Her novels include Modern Lovers (2016), The Vacationers (2014), and Laura Lamont’s Life in Pictures (2012). Her story collection is titled Other People We Married (2011). Straub's fiction and nonfiction have been published in Vogue, New York Magazine, Tin House, New York Times, Good Housekeeping, and Paris Review Daily. She is also a contributing writer to Rookie. (LitLovers.)
Book Reviews
This glimpse into the Posts’ real-estate-blessed lives...might give the less fortunate reader an attack of the Majorca-deprived blues, but the novel’s joy and humor are infectious. Straub may be an heir to Laurie Colwin, crafting characters that are smart, addictively charming, delightfully misanthropic and fun.... When I turned the last page, I felt as I often do when a vacation is over: grateful for the trip and mourning its end
Margo Rabb - New York Times Book Review
Straub (Laura Lamont’s Life in Pictures) seems to have found her stride. The pacing is quick but satisfying and the characters themselves feel genuinely complex, interesting, and knowable. While the structure of the novel does feel somewhat unoriginal...Straub uses the simplicity of the organization to her advantage. A pleasant, readable journey.
Publishers Weekly
The Post family is leaving Manhattan for their long-planned trip to Mallorca, an intended celebration.... Secrets and longings are revealed, and relationships shift into new configurations.... Verdict: An examination of fidelity, passion, and the vagaries of relationships, this is summer reading with some sizzle and seriousness. —Melanie Kindrachuk, Stratford P.L., Ont.
Library Journal
(Starred review.) Sharply observed and funny, Straub’s domestic-drama-goes-abroad is a delightful study of the complexities of family and love, and the many distractions from both.
Booklist
(Starred review.) Straub refreshes a conventional plot through droll humor and depth of character. By now, the premise is so familiar it seems like such a novel could write itself, but it wouldn't write itself nearly as engagingly as Straub has.... A novel that is both a lot of fun to read and has plenty of insight into the marital bond and the human condition.
Kirkus Reviews
Discussion Questions
1. Franny and Charles have been friends for a long time. How does their close relationship affect other people on vacation with them?

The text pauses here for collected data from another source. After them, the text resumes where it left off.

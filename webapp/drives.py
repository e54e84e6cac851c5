"""Storage of drives the rep measured: road km and/or minutes for one direction of a pair."""

from __future__ import annotations

from solver.distances import DriveOverride

from .db import transaction
from .errors import NotFound
from .fields import SKIP, Checker, is_id

__all__ = ["FIELDS", "HOME", "list_drives", "save", "delete", "overrides_for"]

HOME = "home"
FIELDS = {"from", "to", "km", "minutes", "both_ways"}
MAX_DRIVE_KM = 5000.0  # a day's driving at the solver's top speed of 200 km/h is 4800 km
MAX_DRIVE_MIN = 1440.0  # a drive longer than a day fits no day plan


def _place(conn, check: Checker, field: str, value):
    """'home' -> None (home has no client id); an id -> that client's id."""
    if value == HOME:
        return None
    if not is_id(value):
        check.fail(field, f"{field} is {value!r}; expected \"home\" or a client id", repr(value))
        return SKIP
    if conn.execute("SELECT 1 FROM clients WHERE id = ?", (value,)).fetchone() is None:
        raise NotFound("client", value, field=field)
    return value


def _json(row) -> dict:
    return {
        "id": row["id"],
        "from": HOME if row["from_client_id"] is None else row["from_client_id"],
        "to": HOME if row["to_client_id"] is None else row["to_client_id"],
        "from_name": row["from_name"],
        "to_name": row["to_name"],
        "km": row["km"],
        "minutes": row["minutes"],
        "updated_at": row["updated_at"],
    }


_SELECT = (
    "SELECT d.*, ifnull(f.name, s.home_label) AS from_name, ifnull(t.name, s.home_label) "
    "AS to_name FROM drive_entries d JOIN settings s ON s.id = 1 "
    "LEFT JOIN clients f ON f.id = d.from_client_id LEFT JOIN clients t ON t.id = d.to_client_id"
)


def list_drives(conn) -> list[dict]:
    rows = conn.execute(_SELECT + " ORDER BY from_name COLLATE NOCASE, to_name COLLATE NOCASE")
    return [_json(r) for r in rows]


def save(conn, body: dict) -> list[dict]:
    """Store the drive from -> to (and back, on ``both_ways``), replacing an earlier entry."""
    check = Checker(body)
    origin = _place(conn, check, "from", body.get("from"))
    target = _place(conn, check, "to", body.get("to"))
    km, minutes = body.get("km"), body.get("minutes")
    # Beyond these no single drive fits a working day; such a figure is a typo.
    readable = all([check.number(name, low=0, high=high, unit=unit) is not None
                    for name, high, unit in (("km", MAX_DRIVE_KM, "km"),
                                             ("minutes", MAX_DRIVE_MIN, "min"))
                    if body.get(name) is not None])
    both = check.boolean("both_ways") if "both_ways" in body else False
    if SKIP not in (origin, target) and origin == target:
        check.fail("to", "from and to are the same place; a drive needs two places", body["to"])
    if readable:
        entry = check.run("km", DriveOverride, km=km, minutes=minutes)
    check.done()
    pairs = [(origin, target)] + ([(target, origin)] if both else [])
    ids = []
    with transaction(conn):
        for a, b in pairs:
            conn.execute("DELETE FROM drive_entries WHERE ifnull(from_client_id, 0) = ifnull(?, 0)"
                         " AND ifnull(to_client_id, 0) = ifnull(?, 0)", (a, b))
            cur = conn.execute(
                "INSERT INTO drive_entries (from_client_id, to_client_id, km, minutes) "
                "VALUES (?, ?, ?, ?)", (a, b, entry.km, entry.minutes))
            ids.append(cur.lastrowid)
    marks = ",".join("?" * len(ids))
    return [_json(r) for r in conn.execute(_SELECT + f" WHERE d.id IN ({marks}) ORDER BY d.id",
                                           ids)]


def delete(conn, drive_id: int) -> None:
    with transaction(conn):
        cur = conn.execute("DELETE FROM drive_entries WHERE id = ?", (drive_id,))
        if cur.rowcount == 0:
            raise NotFound("drive", drive_id)


def overrides_for(conn, client_ids: list[int | None]) -> dict[tuple[int, int], DriveOverride]:
    """The entries among ``client_ids`` (None = home) keyed by their index in that list."""
    index = {cid: k for k, cid in enumerate(client_ids)}
    found = {}
    for row in conn.execute("SELECT from_client_id, to_client_id, km, minutes FROM "
                            "drive_entries"):
        a, b = row["from_client_id"], row["to_client_id"]
        if a in index and b in index:
            found[(index[a], index[b])] = DriveOverride(km=row["km"], minutes=row["minutes"])
    return found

2. From the outset, the Posts aren’t too fond of Carmen. Do you think she is treated fairly or unfairly by her boyfriend’s family?
3. How does Bobby and Sylvia’s relationship as adult siblings evolve over the course of the novel?
4. At the start of The Vacationers, Jim and Franny’s relationship is on the rocks, and it later comes dangerously close to falling apart. Is it possible to rebuild trust once it’s been lost?
5. This is a story about what we try to conceal from others, even from those closest to us, sometimes even from ourselves-and what we choose to show them instead. Have you ever felt like you’ve had to put on a good face for others?
6. What was the last vacation that you went on, and who did you go with? Did it give you a different perspective on your day-to-day life at home?
7. Do you think Bobby handled his financial difficulties the right way? Should he have kept these problems to himself or come clean to his family sooner?
8. The infidelity in Charles and Lawrence’s relationship is dealt with in a way that markedly contrasts with the other instances in The Vacationers. Does infidelity always have to be a big deal in a relationship?